I am extrapolating. Dekker didn’t come out and say it like that, but he did say that Jim has been “rubbing the administration the wrong way” since his arrival.

“Why?” we all want to know.

“Well,” says Dekker. He leans against the table now, seeming to have shed his armour. Dekker is far more at ease simply having a conversation than I’ve ever seen him teaching a class. He scratches his five-o’clock shadow, searching for the right words. “Jim,” he begins. “Well, Jim is a little eccentric.”

“Oh my God,” I shout over Claude, who is snickering. “That’s because he’s a genius!”

“Yeah!” goes the yeah-guy behind me.

Dekker looks us over for a moment. A second later, all his armour has been shrugged on again. He picks up his briefcase.

“People,” he says, seeming to apologize with the word, “I can’t go into it with you. Jim’s been told his tenure won’t be granted next year—that’s all I can say. I’ve seen the letter, and personally, I think it’s a travesty. I’ve written to Doctor Sparrow and the dean of Arts, and that’s all I’m in a position to do. It’s—” Dekker sighs into the crease of his briefcase. “It’s a genuine shame.”

“What if
we
wrote letters?” asks Sherrie.

Dekker places his briefcase down on the table again. “Um,” he says carefully. “It’s not like I’m instructing you to do that or anything, but if you feel strongly about this, I’d encourage you to follow your conscience.”

Claude speaks. He says one word. That word is this: “Please.”

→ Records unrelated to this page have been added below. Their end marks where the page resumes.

//! One price list of a tariff file.

use std::ops::Range;
use std::path::Path;

use rust_decimal::Decimal;
use rust_decimal::prelude::FromPrimitive;

use super::fields::{
    BandFields, Date, DemandFields, HourlyFields, LaterFields, StepFields, TariffFields, TaxFields,
};
use super::pricing::Pricing;
use super::{DOCUMENT, parsed, zone};
use crate::bounds;
use crate::document::{Check, Leaf, Section};
use crate::series::{Layout, WithinHour, read_csv};
use crate::tariff::{
    Band, Covers, Days, Demand, Flaw, Hourly, Prices, Season, Span, Step, Steps, Tax, When, Window,
    flaws, parse_clock,
};
use crate::units::UnitProblem;

/// The fields of one price list, whether it is the first or a later one.
pub(super) struct Given<'a> {
    span: Range<usize>,
    later: bool,
    valid_from: &'a Option<Leaf<Date>>,
    rates_include_tax: &'a Option<Leaf<bool>>,
    tax: &'a Option<Section<TaxFields>>,
    standing: &'a Option<Leaf<String>>,
    export: &'a Option<Leaf<String>>,
    demand: &'a Option<Section<DemandFields>>,
    band: &'a [Section<BandFields>],
    step: &'a [Section<StepFields>],
    hourly: &'a Option<Section<HourlyFields>>,
}

impl<'a> Given<'a> {
    /// The first price list, which stands in the file itself.
    pub(super) fn first(fields: &'a TariffFields) -> Self {
        Self {
            span: DOCUMENT,
            later: false,
            valid_from: &fields.valid_from,
            rates_include_tax: &fields.rates_include_tax,
            tax: &fields.tax,
            standing: &fields.standing,
            export: &fields.export,
            demand: &fields.demand,
            band: &fields.band,
            step: &fields.step,
            hourly: &fields.hourly,
        }
    }

    /// A later price list.
    pub(super) fn later(fields: &'a Section<LaterFields>) -> Self {
        Self {
            span: fields.span(),
            later: true,
            valid_from: &fields.valid_from,
            rates_include_tax: &fields.rates_include_tax,
            tax: &fields.tax,
            standing: &fields.standing,
            export: &fields.export,
            demand: &fields.demand,
            band: &fields.band,
            step: &fields.step,
            hourly: &fields.hourly,
        }
    }

    /// The price list; what it does not say is as before.
    pub(super) fn prices(
        &self,
        check: &mut Check,
        pricing: &mut Pricing,
        before: Option<&Prices>,
        folder: &Path,
    ) -> Option<Prices> {
        if self.later && self.valid_from.is_none() {
            check.missing(&self.span, "later.valid_from", "\"2026-10-01\"");
        }
        let valid_from = check.value(self.valid_from).map(|Date(date)| date);
        let bands = self.bands(check, pricing);
        let steps = self.steps(check, pricing);
        let hourly = self.hourly.as_ref();
        let hourly = hourly.and_then(|fields| read_hourly(fields, check, pricing, folder));
        let priced = |before: &Prices| {
            !before.bands.is_empty() || before.steps.is_some() || before.hourly.is_some()
        };
        let none = self.band.is_empty() && self.step.is_empty() && self.hourly.is_none();
        if none && !before.is_some_and(priced) {
            check.refuse(
                &self.span,
                "no price: neither [[band]] nor [[step]] nor [hourly]",
                "at least one of them",
                "write for example [[band]] with rate = \"24.67 p/kWh\"",
            );
        }
        let bands = match (bands, before) {
            (bands, Some(before)) if bands.is_empty() => before.bands.clone(),
            (bands, _) => bands,
        };
        let hourly = hourly.or_else(|| before.and_then(|before| before.hourly.clone()));
        let steps = steps.or_else(|| before.and_then(|before| before.steps.clone()));
        self.never_negative(check, &bands, steps.as_ref(), hourly.is_some());
        let standing = pricing.standing(check, self.standing);
        let export = pricing.positive_rate(check, self.export);
        let demand = self.demand.as_ref();
        let demand = demand.and_then(|fields| read_demand(fields, check, pricing));
        Some(Prices {
            valid_from,
            bands,
            steps,
            hourly,
            standing: standing.or(before.and_then(|before| before.standing)),
            demand: demand.or(before.and_then(|before| before.demand)),
            tax: self.tax(check, before),
            export: export.or(before.and_then(|before| before.export)),
        })
    }

    fn bands(&self, check: &mut Check, pricing: &mut Pricing) -> Vec<Band> {
        let mut whens = Vec::new();
        let mut bands = Vec::new();
        for fields in self.band {
            let times = [&fields.from, &fields.to, &fields.days, &fields.season];
            let when = when(check, times);
            if fields.rate.is_none() {
                check.missing(&fields.span(), "band.rate", "\"24.67 p/kWh\"");
            }
            let rate = pricing.positive_rate(check, &fields.rate);
            let label = check.value(&fields.label);
            let Some(when) = when else { continue };
            whens.push(when);
            let words = when.words();
            let unnamed = if words.is_empty() {
                "unit rate".to_owned()
            } else {
                words
            };
            if let Some(rate) = rate {
                bands.push(Band {
                    label: label.unwrap_or(unnamed),
                    when,
                    rate,
                });
            }
        }
        // Judged only when all times are right, else every hole would be news of the same slip.
        if !whens.is_empty() && whens.len() == self.band.len() {
            self.covered(check, &whens);
        }
        bands
    }

    /// Refuses holes and overlaps.
    fn covered(&self, check: &mut Check, whens: &[When]) {
        let span = |i: usize| self.band.get(i).map_or(DOCUMENT, Section::span);
        for flaw in flaws(whens) {
            match flaw {
                Flaw::Hole { clock, days } => check.refuse(
                    &span(0),
                    format!("no band covers {clock} on {days}"),
                    "one band for every minute of the year",
                    "add a [[band]] for it, or widen one that is there",
                ),
                Flaw::Overlap {
                    first,
                    second,
                    clock,
                    days,
                } => check.refuse(
                    &span(second),
                    format!(
                        "bands {} and {} both cover {clock} on {days}",
                        first + 1,
                        second + 1
                    ),
                    "one band for every minute of the year",
                    "shorten one of the two",
                ),
            }
        }
    }

    fn steps(&self, check: &mut Check, pricing: &mut Pricing) -> Option<Steps> {
        let (first, rest) = self.step.split_first()?;
        let every = check.value(&first.per).map(|(span,)| span);
        for fields in rest {
            let own = check.value(&fields.per).map(|(span,)| span);
            if let (Some(leaf), true) = (&fields.per, own.is_some_and(|own| Some(own) != every)) {
                let expected = every.unwrap_or(Span::Month).name();
                check.refuse(
                    &leaf.span(),
                    "steps counted over different periods".to_owned(),
                    format!("the same period in all steps, here \"{expected}\""),
                    "write per = in the first step only",
                );
            }
        }
        let mut steps = Vec::new();
        let mut reached = Some(0.0);
        for (i, fields) in self.step.iter().enumerate() {
            let up_to_kwh = pricing.amount(check, &fields.up_to);
            let last = i + 1 == self.step.len();
            match (&fields.up_to, last) {
                (Some(leaf), true) => {
                    let text = leaf.value().map_or("", String::as_str);
                    check.refuse(
                        &leaf.span(),
                        format!("no price above {text}"),
                        "a last step without up_to",
                        "remove up_to here, or add a [[step]] for what is above",
                    );
                }
                (None, false) => check.missing(&fields.span(), "step.up_to", "\"600 kWh\""),
                _ => {}
            }
            if let (Some(leaf), Some(up_to), Some(before)) = (&fields.up_to, up_to_kwh, reached)
                && up_to <= before
            {
                let text = leaf.value().map_or("", String::as_str);
                check.refuse(
                    &leaf.span(),
                    format!("{text} is not above the step before it"),
                    "steps in rising order",
                    "sort the steps by up_to",
                );
            }
            reached = up_to_kwh.or(reached);
            if fields.rate.is_none() {
                check.missing(&fields.span(), "step.rate", "\"13.2 p/kWh\"");
            }
            let rate = pricing.rate(check, &fields.rate);
            let label = check.value(&fields.label);
            if let Some(rate) = rate {
                let label = label.unwrap_or_else(|| step_label(self.step, i));
                steps.push(Step {
                    label,
                    up_to_kwh: up_to_kwh.filter(|_| !last),
                    rate,
                });
            }
        }
        Some(Steps {
            every: every.unwrap_or(Span::Month),
            steps,
        })
    }

    /// A step may lower a band's price, but not below nothing.
    fn never_negative(
        &self,
        check: &mut Check,
        bands: &[Band],
        steps: Option<&Steps>,
        hourly: bool,
    ) {
        let Some(steps) = steps.filter(|_| !hourly) else {
            return;
        };
        let rates = bands.iter().map(|band| band.rate.per_gross_kwh());
        let lowest = rates.reduce(f64::min).unwrap_or(0.0);
        for (fields, step) in self.step.iter().zip(&steps.steps) {
            let sum = lowest + step.rate.per_gross_kwh();
            // A hair below 0 from binary fractions is 0.
            if let (Some(leaf), true) = (&fields.rate, sum < -1e-9) {
                check.refuse(
                    &leaf.span(),
                    format!("with the lowest band this step comes to {sum:.4} for a kWh"),
                    "prices from 0",
                    "check the sign; only an [hourly] series may make a price negative",
                );
            }
        }
    }

    fn tax(&self, check: &mut Check, before: Option<&Prices>) -> Tax {
        let included = check.value(self.rates_include_tax);
        let Some(fields) = self.tax else {
            return match (included, before) {
                (Some(true), _) => Tax::INCLUDED,
                (None, Some(before)) => before.tax,
                (Some(false), Some(before)) if before.tax.share.is_some() => Tax {
                    included: false,
                    ..before.tax
                },
                _ => {
                    // A leaf that was refused was already told.
                    if self.rates_include_tax.is_none() || included.is_some() {
                        let span = self.rates_include_tax.as_ref().map(Leaf::span);
                        check.refuse(
                            &span.unwrap_or(self.span.clone()),
                            "nothing says what tax there is",
                            "rates_include_tax = true, or a [tax]",
                            "write rates_include_tax = true, or [tax] with share = \"5 %\"; \"0 %\" where there is none",
                        );
                    }
                    Tax::INCLUDED
                }
            };
        };
        let share = check.required(&fields.share, &fields.span(), "tax.share", "\"5 %\"");
        if let (Some(share), Some(leaf)) = (share, &fields.share)
            && !bounds::SHARE.holds(share.fraction())
        {
            check.refuse(
                &leaf.span(),
                format!("{} %", share.fraction() * 100.0),
                "a tax from 0 to 100 % of the price without it",
                "check the number",
            );
        }
        Tax {
            share: share.and_then(|share| Decimal::from_f64(share.fraction())),
            covers: covers(fields, check),
            included: included.unwrap_or(false),
        }
    }
}

fn covers(fields: &TaxFields, check: &mut Check) -> Covers {
    let Some(names) = check.value(&fields.covers) else {
        return Covers::ALL;
    };
    let mut covers = Covers {
        energy: false,
        standing: false,
        demand: false,
    };
    for name in names {
        match name.as_str() {
            "energy" => covers.energy = true,
            "standing" => covers.standing = true,
            "demand" => covers.demand = true,
            other => {
                let span = fields.covers.as_ref().map_or(DOCUMENT, Leaf::span);
                check.refuse(
                    &span,
                    format!("\"{other}\" is nothing that a tax covers"),
                    "\"energy\", \"standing\", \"demand\"",
                    "leave covers out when the tax is taken of everything",
                );
            }
        }
    }
    covers
}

We all look at him. The cheerful futility sloshing around in that one syllable infuriates me. We’re silenced by it, and Claude gazes at us, finishing his sentiment with apparent effort.

“A bunch of students write letters,” he drawls.
“That
will make a difference.”

I’ll show him, I decide.

The yeah-guy, it turns out, is Todd. I haven’t spoken to him before, but I’ve read and commented on his poetry, most of which is pretty bad. A lot of it rhymes. He can’t seem to wean himself from the idea that poetry has to rhyme, and as a result everything he brings to class—often about sex or industrial accidents—has a grotesque sing-songy quality.
And as the coal fell on his head / he thought of what his mother said / work well: no matter what you do / the mine shall make a man of you
.

But now I find that I like him. Todd is all flailing limbs and pissed-off energy, and it’s infectious. We huddle outside the classroom.

“This is a pile of crap,” says Todd.

“Fucking bullshit,” I say.

“A complete pile of shit,” says Todd. “Jim’s my only reason for being here, for fuck’s sake. I could have gone to Dalhousie.”

“Me too,” I say.

Todd ceases to flail for a moment. “You got accepted to Dalhousie?”

“No, I mean Jim’s my only reason for being here,” I clarify. “I would have gone to U of T.”

“Toronto, man? Really?” Todd looks dubious.

“Well, yeah,” I say, “You know, Where Else in Canada …”

“Yeah, but Upper Canada,” says Todd, and I blink. The only other person I know who refers to it as Upper Canada
is my grandmother Lydia, the head of the Summerside Daughters of Temperance Society.